Donald Trump Tells America’s Intelligence Community That He Doesn’t Trust Them

Not a fan of intelligence. Photo: Alex Wong/Getty Images

To ensure that the next president is prepared to meet our nation’s security challenges from day one, America’s intelligence agencies provide major-party nominees with classified briefings. On Wednesday afternoon, the CIA will give Donald Trump the top-secret skinny for the first time ever.

On Tuesday night, Trump informed the agency he doesn’t trust them. The remark came after the GOP nominee revealed that he would be bringing an adviser with him into the hearings — former head of the Defense Intelligence Agency Michael Flynn.

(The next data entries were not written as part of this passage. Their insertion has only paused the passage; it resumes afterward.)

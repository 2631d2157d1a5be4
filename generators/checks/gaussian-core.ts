/**
 * Refit of the Gaussian core of one RMF row: the part of the profile near its peak, where tails,
 * shelf and escape peak contribute little. Method: weighted least squares of ln(y) against a
 * parabola in channel energy (a Gaussian is a parabola in log space; weights y² undo the log's
 * stretching of small values — Caruana's algorithm with Guo's weighting, H. Guo, IEEE Signal
 * Processing Magazine 28(5), 2011, from memory). Channel contents are integrals over each channel,
 * which widen the apparent variance by Δ²/12 (Sheppard's correction, common practice); we remove it.
 */
import { FWHM_PER_SIGMA } from '../physics/resolution.ts';
import type { RmfData } from '../response/types.ts';
import { bracket, denseRow } from './interpolate.ts';
import { log } from '../numeric/index.ts';

/** FWHM = 2·sqrt(2 ln 2)·σ for a Gaussian (one definition, in physics/resolution.ts). */
export { FWHM_PER_SIGMA };
/**
 * Channels whose density is at least this fraction of the peak form the core: ±1.8σ of a Gaussian,
 * enough points for the fit and little of a low-energy tail (Kiln's choice, no source).
 */
export const CORE_FRACTION = 0.2;
const EV_PER_KEV = 1000;

export interface GaussianCore {
  centroidKeV: number;
  fwhmEv: number;
  /** Channel number of the highest density. */
  peakChannel: number;
  /** Channels used in the fit. */
  points: number;
}

export interface CoreFitOptions {
  /**
   * "both": channels on both sides of the peak down to CORE_FRACTION. "upper": the peak and
   * the channels above it — the side away from the low-energy tail and
   * shelf, which otherwise pull a soft line's core low and wide (Kiln's choice).
   */
  side?: 'both' | 'upper';
}

/** Fits the core of row `i`. Returns null when the row has fewer than 3 usable channels near its peak. */
export function fitRowCore(rmf: RmfData, i: number, opts: CoreFitOptions = {}): GaussianCore | null {
  const y = denseRow(rmf, i);
  const { eMinKeV, eMaxKeV } = rmf.ebounds;
  const n = Math.min(y.length, eMinKeV.length);
  const dens = new Float64Array(n);
  let kMax = -1;
  for (let k = 0; k < n; k++) {
    const w = eMaxKeV[k] - eMinKeV[k];
    dens[k] = w > 0 && Number.isFinite(y[k]) ? y[k] / w : 0;
    if (kMax < 0 || dens[k] > dens[kMax]) kMax = k;
  }
  if (kMax < 0 || !(dens[kMax] > 0)) return null;
  const floor = CORE_FRACTION * dens[kMax];
  let a = kMax;
  let b = kMax;
  while (a > 0 && dens[a - 1] >= floor) a--;
  while (b < n - 1 && dens[b + 1] >= floor) b++;
  if (opts.side === 'upper') a = Math.max(a, kMax);
  if (b - a + 1 < 3) return null;
  // Centre x on the peak for conditioning.
  const x0 = 0.5 * (eMinKeV[kMax] + eMaxKeV[kMax]);
  let s0 = 0, s1 = 0, s2 = 0, s3 = 0, s4 = 0, t0 = 0, t1 = 0, t2 = 0;
  let widthSum = 0;
  for (let k = a; k <= b; k++) {
    const x = 0.5 * (eMinKeV[k] + eMaxKeV[k]) - x0;
    const w = dens[k] * dens[k];
    const ly = log(dens[k]);
    s0 += w; s1 += w * x; s2 += w * x * x; s3 += w * x * x * x; s4 += w * x * x * (x * x);
    t0 += w * ly; t1 += w * x * ly; t2 += w * x * x * ly;
    widthSum += eMaxKeV[k] - eMinKeV[k];
  }
  const sol = solve3([s0, s1, s2], [s1, s2, s3], [s2, s3, s4], [t0, t1, t2]);
  if (!sol) return null;
  const [, c1, c2] = sol;
  if (!(c2 < 0)) return null;
  const varianceKeV2 = -1 / (2 * c2);
  const meanWidth = widthSum / (b - a + 1);
  const corrected = varianceKeV2 - (meanWidth * meanWidth) / 12;
  if (!(corrected > 0)) return null;
  return {
    centroidKeV: x0 - c1 / (2 * c2),
    fwhmEv: FWHM_PER_SIGMA * Math.sqrt(corrected) * EV_PER_KEV,
    peakChannel: kMax + rmf.ebounds.firstChannel,
    points: b - a + 1,
  };
}

/** Core at an arbitrary energy: fits of the two bracketing rows, interpolated linearly. */
export function fitCoreAt(rmf: RmfData, energyKeV: number, opts: CoreFitOptions = {}): GaussianCore | null {
  const br = bracket(rmf.energLoKeV, rmf.energHiKeV, energyKeV);
  const f0 = fitRowCore(rmf, br.i0, opts);
  if (br.i1 === br.i0 || br.t === 0) return f0;
  const f1 = fitRowCore(rmf, br.i1, opts);
  if (!f0 || !f1) return null;
  const t = br.t;
  return {
    centroidKeV: f0.centroidKeV * (1 - t) + f1.centroidKeV * t,
    fwhmEv: f0.fwhmEv * (1 - t) + f1.fwhmEv * t,
    peakChannel: t < 0.5 ? f0.peakChannel : f1.peakChannel,
    points: Math.min(f0.points, f1.points),
  };
}

/** Cramer's rule for a symmetric 3×3 system given by rows. */
function solve3(r0: number[], r1: number[], r2: number[], rhs: number[]): [number, number, number] | null {
  const det = (m: number[][]) =>
    m[0][0] * (m[1][1] * m[2][2] - m[1][2] * m[2][1]) -
    m[0][1] * (m[1][0] * m[2][2] - m[1][2] * m[2][0]) +
    m[0][2] * (m[1][0] * m[2][1] - m[1][1] * m[2][0]);
  const m = [r0, r1, r2];
  const d = det(m);
  if (!Number.isFinite(d) || d === 0) return null;
  const col = (j: number) => m.map((row, i) => row.map((v, k) => (k === j ? rhs[i] : v)));
  return [det(col(0)) / d, det(col(1)) / d, det(col(2)) / d];
}
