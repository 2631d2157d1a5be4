/**
 * The transfer-loss fit (generators/fit/transfer-loss.ts) against weighted linear least squares
 * done by Debian's python3-numpy: per line, ln c_b = ln c₀ + N_b·ln(1 − f) fitted with weights
 * (c_b/σ_b)² (numpy.linalg.lstsq, covariance inv(AᵀWA)); then ln f = ln f_ref − α·ln(E/E_ref)
 * across lines with weights (f/σ_f)². Errors propagate to first order (d(1 − e^b)/db = −e^b and
 * d(e^a)/da = e^a: exact derivatives). Centroids carry seeded noise so every weight matters.
 */
import { describe, expect, it } from 'vitest';
import { execFileSync } from 'node:child_process';
import { fitTransferLoss, type BandLine } from '../../generators/fit/transfer-loss.ts';
import { KilnInputError } from '../../generators/errors.ts';
import { requirePython } from '../support/python.ts';
import { normalSampler } from './rng.ts';

const F_REF = 4e-6;
const ALPHA = 0.4;
const REF_KEV = 5.895;
const LINES = [
  ['Mn Ka', 5.895],
  ['Al Ka', 1.4867],
  ['Ti Ka', 4.5089],
] as const;
const BANDS = [127.5, 383.5, 639.5, 895.5];

function bandLine(line: string, energyKeV: number, meanTransfers: number, centroidKeV: number, centroidErrEv: number): BandLine {
  return {
    fit: { line, energyKeV, centroidKeV, centroidErrEv, fwhmEv: 100, fwhmErrEv: 1, tailFraction: 0, tailFractionErr: 0.01, tailScaleEv: 50, shelfFraction: 0, efficiency: null, efficiencyErr: null },
    meanTransfers,
  };
}

/** Centroids c₀·(1 − f(E))^N with seeded noise and errors that differ per band. */
function noisy(seed: number): BandLine[] {
  const noise = normalSampler(seed);
  return LINES.flatMap(([line, e]) =>
    BANDS.map((n, b) => {
      const f = F_REF * (e / REF_KEV) ** -ALPHA;
      const errEv = 0.3 + 0.15 * b;
      return bandLine(line, e, n, e * (1 - f) ** n + (errEv / 1000) * noise(), errEv);
    }),
  );
}

interface Ref {
  perLine: { line: string; loss: number; lossErr: number }[];
  fRef: number;
  fRefErr: number;
  alpha: number;
  alphaErr: number;
  heldFRef: number;
  heldFRefErr: number;
}

/** The two stages by numpy (lstsq for the line, inv(AᵀWA) for its covariance). */
function numpyReference(rows: BandLine[], heldAlpha: number): Ref {
  const py = requirePython('scipy');
  const script = `
import sys, json, numpy as np
d = json.load(sys.stdin)
def wline(x, y, w):
    A = np.stack([np.ones_like(x), x], 1) * np.sqrt(w)[:, None]
    b = np.linalg.lstsq(A, y * np.sqrt(w), rcond=None)[0]
    cov = np.linalg.inv(A.T @ A)
    return b, cov
per = []
for name in sorted(set(r["line"] for r in d["rows"]), key=lambda n: [r["e"] for r in d["rows"] if r["line"] == n][0]):
    g = [r for r in d["rows"] if r["line"] == name]
    n = np.array([r["n"] for r in g]); c = np.array([r["c"] for r in g]); s = np.array([r["s"] for r in g]) / 1000
    b, cov = wline(n, np.log(c), (c / s) ** 2)
    per.append({"line": name, "e": g[0]["e"], "loss": float(-np.expm1(b[1])), "lossErr": float(np.exp(b[1]) * np.sqrt(cov[1, 1]))})
x = np.log(np.array([p["e"] for p in per]) / d["ref"]); y = np.log([p["loss"] for p in per])
w = (np.array([p["loss"] for p in per]) / np.array([p["lossErr"] for p in per])) ** 2
b, cov = wline(x, y, w)
held = np.sum(w * (y + d["alpha"] * x)) / np.sum(w)
print(json.dumps({"perLine": per, "fRef": float(np.exp(b[0])), "fRefErr": float(np.exp(b[0]) * np.sqrt(cov[0, 0])),
  "alpha": float(-b[1]), "alphaErr": float(np.sqrt(cov[1, 1])), "heldFRef": float(np.exp(held)), "heldFRefErr": float(np.exp(held) / np.sqrt(np.sum(w)))}))`;
  const input = { ref: REF_KEV, alpha: heldAlpha, rows: rows.map((r) => ({ line: r.fit.line, e: r.fit.energyKeV, n: r.meanTransfers, c: r.fit.centroidKeV, s: r.fit.centroidErrEv })) };
  return JSON.parse(execFileSync(py, ['-c', script], { input: JSON.stringify(input) }).toString());
}

const rel = (a: number, b: number) => Math.abs(a / b - 1);

describe('transfer-loss fit against numpy (weighted straight lines, two stages)', () => {
  const rows = noisy(151515);
  const ref = numpyReference(rows, 0.25);

  it('per line: loss −expm1(slope) and its error e^slope·σ_slope, lines in order of energy', () => {
    const r = fitTransferLoss(rows, { referenceKeV: REF_KEV });
    expect(r.perLine.map((p) => p.line)).toEqual(['Al Ka', 'Ti Ka', 'Mn Ka']);
    expect(r.perLine.map((p) => p.energyKeV)).toEqual([1.4867, 4.5089, 5.895]);
    r.perLine.forEach((p, i) => {
      expect(rel(p.loss, ref.perLine[i].loss), `${p.line} loss`).toBeLessThan(1e-6);
      expect(rel(p.lossErr, ref.perLine[i].lossErr), `${p.line} error`).toBeLessThan(1e-6);
    });
  });

  it('across lines: f_ref = e^intercept, α = −slope, with their errors', () => {
    const r = fitTransferLoss(rows, { referenceKeV: REF_KEV });
    expect(rel(r.lossPerTransfer, ref.fRef)).toBeLessThan(1e-6);
    expect(rel(r.lossPerTransferErr, ref.fRefErr)).toBeLessThan(1e-6);
    expect(rel(r.energyIndex, ref.alpha)).toBeLessThan(1e-6);
    expect(rel(r.energyIndexErr as number, ref.alphaErr)).toBeLessThan(1e-6);
    expect(r.referenceKeV).toBe(REF_KEV);
    // the seeded data scatter about the truth by their errors (4σ)
    expect(Math.abs(r.energyIndex - ALPHA)).toBeLessThan(4 * (r.energyIndexErr as number));
  });

  it('α held: f_ref is the weighted mean of ln f + α·ln(E/E_ref), error f_ref/√Σw', () => {
    const r = fitTransferLoss(rows, { referenceKeV: REF_KEV, energyIndex: 0.25 });
    expect(r.energyIndex).toBe(0.25);
    expect(r.energyIndexErr).toBeNull();
    expect(rel(r.lossPerTransfer, ref.heldFRef)).toBeLessThan(1e-6);
    expect(rel(r.lossPerTransferErr, ref.heldFRefErr)).toBeLessThan(1e-6);
  });

  it('one line energy: α = 0 held, f_ref = that line’s loss (a weighted mean of one value)', () => {
    const one = rows.filter((x) => x.fit.line === 'Ti Ka');
    const r = fitTransferLoss(one, { referenceKeV: REF_KEV });
    expect(r.energyIndex).toBe(0);
    expect(r.energyIndexErr).toBeNull();
    expect(rel(r.lossPerTransfer, ref.perLine[1].loss)).toBeLessThan(1e-12);
    expect(rel(r.lossPerTransferErr, ref.perLine[1].lossErr)).toBeLessThan(1e-6);
  });

  it('a line seen in one band only is left out of the fit, not an error while others span bands', () => {
    const extra = [...rows, bandLine('Cu Ka', 8.048, 127.5, 8.0, 0.4)];
    const r = fitTransferLoss(extra, { referenceKeV: REF_KEV });
    expect(r.perLine.map((p) => p.line)).toEqual(['Al Ka', 'Ti Ka', 'Mn Ka']);
    expect(rel(r.lossPerTransfer, ref.fRef)).toBeLessThan(1e-6);
  });
});

describe('transfer-loss fit, the fewest measurements (exact two-point lines)', () => {
  it('a line in exactly two bands: slope = Δln c/ΔN, loss = −expm1(slope)', () => {
    const two = [bandLine('Mn Ka', 5.895, 100, 5.89, 0.4), bandLine('Mn Ka', 5.895, 900, 5.87, 0.4)];
    const r = fitTransferLoss(two, { referenceKeV: REF_KEV });
    const slope = (Math.log(5.87) - Math.log(5.89)) / 800;
    expect(rel(r.perLine[0].loss, -Math.expm1(slope))).toBeLessThan(1e-9);
    expect(rel(r.lossPerTransfer, -Math.expm1(slope))).toBeLessThan(1e-9);
  });

  it('exactly two line energies: α = −Δln f/Δln E through the two per-line losses', () => {
    const rows = noisy(3).filter((x) => x.fit.line !== 'Ti Ka');
    const r = fitTransferLoss(rows, { referenceKeV: REF_KEV });
    const [lo, hi] = r.perLine;
    expect(r.energyIndexErr).not.toBeNull();
    expect(rel(r.energyIndex, -(Math.log(hi.loss) - Math.log(lo.loss)) / (Math.log(hi.energyKeV) - Math.log(lo.energyKeV)))).toBeLessThan(1e-9);
  });
});

describe('transfer-loss fit, bad input', () => {
  it('a line whose centroid does not change with the transfer count (zero loss, no power law through it) is refused', () => {
    const flat = BANDS.map((n) => bandLine('Mn Ka', 5.895, n, 5.895, 0.4));
    expect(() => fitTransferLoss(flat, { referenceKeV: REF_KEV })).toThrow(KilnInputError);
    // exactly zero: ln 1 = 0 and weights (1 keV / 0.5 keV)² = 4 make every sum exact, so the slope is 0
    const zero = [100, 900].map((n) => bandLine('Mn Ka', 5.895, n, 1, 500));
    expect(() => fitTransferLoss(zero, { referenceKeV: REF_KEV })).toThrow(/gains charge along the rows/);
  });

  it('a line whose centroid grows with the transfer count: named, with the fitted loss', () => {
    const rising = BANDS.map((n) => bandLine('Mn Ka', 5.895, n, 5.895 * (1 + 1e-6) ** n, 0.4));
    try {
      fitTransferLoss(rising, { referenceKeV: REF_KEV, file: 'lines.csv' });
      expect.unreachable();
    } catch (e) {
      expect(e).toBeInstanceOf(KilnInputError);
      const err = e as KilnInputError;
      // loss = −expm1(ln(1 + 1e-6)) = −1e-6 (exact mathematics; 4 digits shown)
      expect(err.oneLine()).toBe(
        "lines.csv: centroid_keV: line Mn Ka gains charge along the rows: no transfer loss can be fitted (got \"fitted loss per transfer -1.000e-6\"; expected centroids that fall (or stay) with the band's transfer count)",
      );
    }
  });

  it('no line in two bands: names the region column, the row count and what is expected', () => {
    try {
      fitTransferLoss([bandLine('Mn Ka', 5.895, 127.5, 5.89, 0.4), bandLine('Al Ka', 1.4867, 383.5, 1.48, 0.4)], { referenceKeV: REF_KEV, file: 'lines.csv' });
      expect.unreachable();
    } catch (e) {
      expect((e as KilnInputError).oneLine()).toBe(
        'lines.csv: region: no line measured in two or more row bands to fit the transfer loss to (got "2 rows with a region"; expected the same line label in at least two row bands)',
      );
    }
  });
});
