/**
 * Checks of the FITS checksum convention (Seaman, Pence & Rots, registered FITS convention):
 * DATASUM is the 32-bit ones'-complement sum of the data unit; CHECKSUM makes the whole HDU sum to
 * negative zero. The sums themselves are computed by the FITS reader (generators/fits/checksum.ts);
 * here they become Check objects.
 */
import { makeCheck } from './make-check.ts';
import type { Check, HduView } from './types.ts';

/**
 * Two checks over all HDUs: "fits.datasum" and "fits.checksum". When no HDU carries the keyword,
 * the check is a warning (integrity not verifiable), never a silent pass.
 */
export function checkChecksums(hdus: readonly HduView[], product: string | null): Check[] {
  const dataBad: string[] = [];
  const sumBad: string[] = [];
  let nData = 0;
  let nSum = 0;
  let firstData: { measured: number; stated: string } | null = null;
  for (const h of hdus) {
    const s = h.sums;
    if (!s) continue;
    const label = `HDU ${h.index}${h.name ? ` (${h.name})` : ''}`;
    if (s.datasum !== 'absent') {
      nData++;
      if (s.datasum === 'bad') {
        dataBad.push(`${label}: DATASUM '${s.storedDatasum ?? ''}', data sums to ${s.dataSum}`);
        firstData ??= { measured: s.dataSum, stated: s.storedDatasum ?? '' };
      }
    }
    if (s.checksum !== 'absent') {
      nSum++;
      if (s.checksum === 'bad') sumBad.push(`${label}: HDU sums to 0x${s.hduSum.toString(16).padStart(8, '0')}`);
    }
  }
  return [
    makeCheck(nData === 0 ? 'warn' : dataBad.length ? 'fail' : 'pass', {
      id: 'fits.datasum',
      title: 'DATASUM matches the data unit',
      product,
      measured: firstData ? firstData.measured : nData ? `${nData} HDU(s) verified` : null,
      tolerance: firstData ? firstData.stated : 'equal',
      message:
        nData === 0
          ? 'no DATASUM keyword: data integrity not verifiable'
          : dataBad.length
            ? `data differ from what DATASUM records: ${dataBad.join('; ')}`
            : `DATASUM verified in ${nData} HDU(s)`,
    }),
    makeCheck(nSum === 0 ? 'warn' : sumBad.length ? 'fail' : 'pass', {
      id: 'fits.checksum',
      title: 'CHECKSUM makes each HDU sum to −0',
      product,
      measured: nSum ? `${nSum - sumBad.length}/${nSum} HDU(s) verified` : null,
      tolerance: '0xffffffff',
      message:
        nSum === 0
          ? 'no CHECKSUM keyword: HDU integrity not verifiable'
          : sumBad.length
            ? `header or data changed after CHECKSUM was written: ${sumBad.join('; ')}`
            : `CHECKSUM verified in ${nSum} HDU(s)`,
    }),
  ];
}
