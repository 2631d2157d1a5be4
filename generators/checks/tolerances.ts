/**
 * Named tolerances of the checks, each with where it comes from. Callers may override the
 * closure and cross-release ones; the structural and numeric ones are fixed so that `kiln check`
 * means the same thing everywhere.
 */

/**
 * A row of a redistribution matrix sums to at most 1 (a photon is detected at most once).
 * Matrix elements are stored as 32-bit floats (TFORM E), whose relative precision is 2^-24 ≈ 6e-8;
 * summing a few thousand elements accumulates ~1e-5 at worst (common practice, no source).
 */
export const ROW_SUM_MAX_EXCESS = 1e-5;

/**
 * Adjacent energy bins must touch: |ENERG_HI[i] − ENERG_LO[i+1]| ≤ this relative amount.
 * Grids are written as 32-bit floats by many tools (relative precision ~6e-8); allow 1e-6
 * (common practice, no source).
 */
export const GRID_CONTIGUITY_REL = 1e-6;

/** Relative tolerance when comparing the ARF energy grid with the RMF's (same reason as above). */
export const GRID_MATCH_REL = 1e-6;

/** Closure: fitted RMF core vs line fit. Defaults; the build may pass its own. */
export interface ClosureTolerances {
  /** Allowed |Δcentroid| in units of the line fit's 1σ centroid error, and a floor in eV. */
  centroidSigma: number;
  centroidFloorEv: number;
  /** Allowed |ΔFWHM| in units of the line fit's 1σ FWHM error, and a floor in eV. */
  fwhmSigma: number;
  fwhmFloorEv: number;
  /** Allowed |Δefficiency| in units of the measurement's 1σ error, and an absolute floor. */
  efficiencySigma: number;
  efficiencyFloor: number;
}

/**
 * 3σ is the conventional bound for "consistent with the measurement" (common practice, no source);
 * the floors cover the channel width: a Gaussian refit on channels a few eV wide cannot do better
 * than ~1 eV (common practice, no source).
 */
export const DEFAULT_CLOSURE_TOLERANCES: ClosureTolerances = {
  centroidSigma: 3,
  centroidFloorEv: 1,
  fwhmSigma: 3,
  fwhmFloorEv: 2,
  efficiencySigma: 3,
  efficiencyFloor: 0.005,
};

/** Cross-release: differences beyond these are flagged for a reviewer (status 'review'). */
export interface CompareTolerances {
  /** Allowed |ARF ratio − 1|. */
  areaRatio: number;
  /** Allowed |ΔFWHM| (eV) of the fitted Gaussian core. */
  fwhmEv: number;
  /** Allowed |Δcentroid| (eV) of the fitted Gaussian core. */
  centroidEv: number;
  /** Allowed |Δ row sum| (absolute, probability). */
  rowSum: number;
  /** Allowed |Δ share of the row below the core| (absolute, probability): the soft tail and shelf. */
  lowShare: number;
}

/**
 * Defaults (Kiln's own choice, no source): 2 % in area and a few eV in the core are below what
 * observers notice in typical CCD spectra; anything larger deserves a human look.
 */
export const DEFAULT_COMPARE_TOLERANCES: CompareTolerances = {
  areaRatio: 0.02,
  fwhmEv: 3,
  centroidEv: 2,
  rowSum: 0.01,
  lowShare: 0.01,
};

“He’s been a real fan of mine and defender of mine and he’s a terrific guy, a terrific general — tough, smart,” Trump said of the Putin-friendly former general — who co-authored a book with America’s foremost defender of Italian fascism — in an interview with Fox News. “He wants to make sure the right people are coming into our country, not the people that we’re probably taking in right now.”

This prompted Fox News anchor Ainsley Earhardt to ask if Trump trusts American intelligence information.

“Not so much from the people that have been doing it for our country. I mean, look what’s happened over the last ten years. Look what’s happened over the years. It’s been catastrophic,” Trump replied. “You look at Iraq. You look at the Middle East. It’s a total powder keg … So, no, I have great people, and General Flynn is one of them.”

The intelligence community, for its part, doesn’t trust Trump either.

One Army intelligence officer told Politico that, while his colleagues understand how it might be “emotionally satisfying” to deliberately murder the wives and children of terrorists, as Trump has proposed, many are troubled by the “right versus wrong component” of the policy.

Others described significant “trepidation” throughout the intelligence world over the prospect of a Trump presidency. Beyond the candidate’s appetite for war crimes, Trump’s indifference to the views of American allies in NATO and the Muslim world makes our nation’s spy community anxious.

“Most people assume that even if he got in he would be forced to moderate because of the realities of your office and the inevitable restrictions on your power,” a terrorism expert at a D.C. think tank told the news site. “But the president has the lead on foreign policy and security. The president can do a lot without any sort of restraints from Congress.”

So, it does not appear that Trump and the CIA will have an ideal working relationship. But at least it will likely be a short one.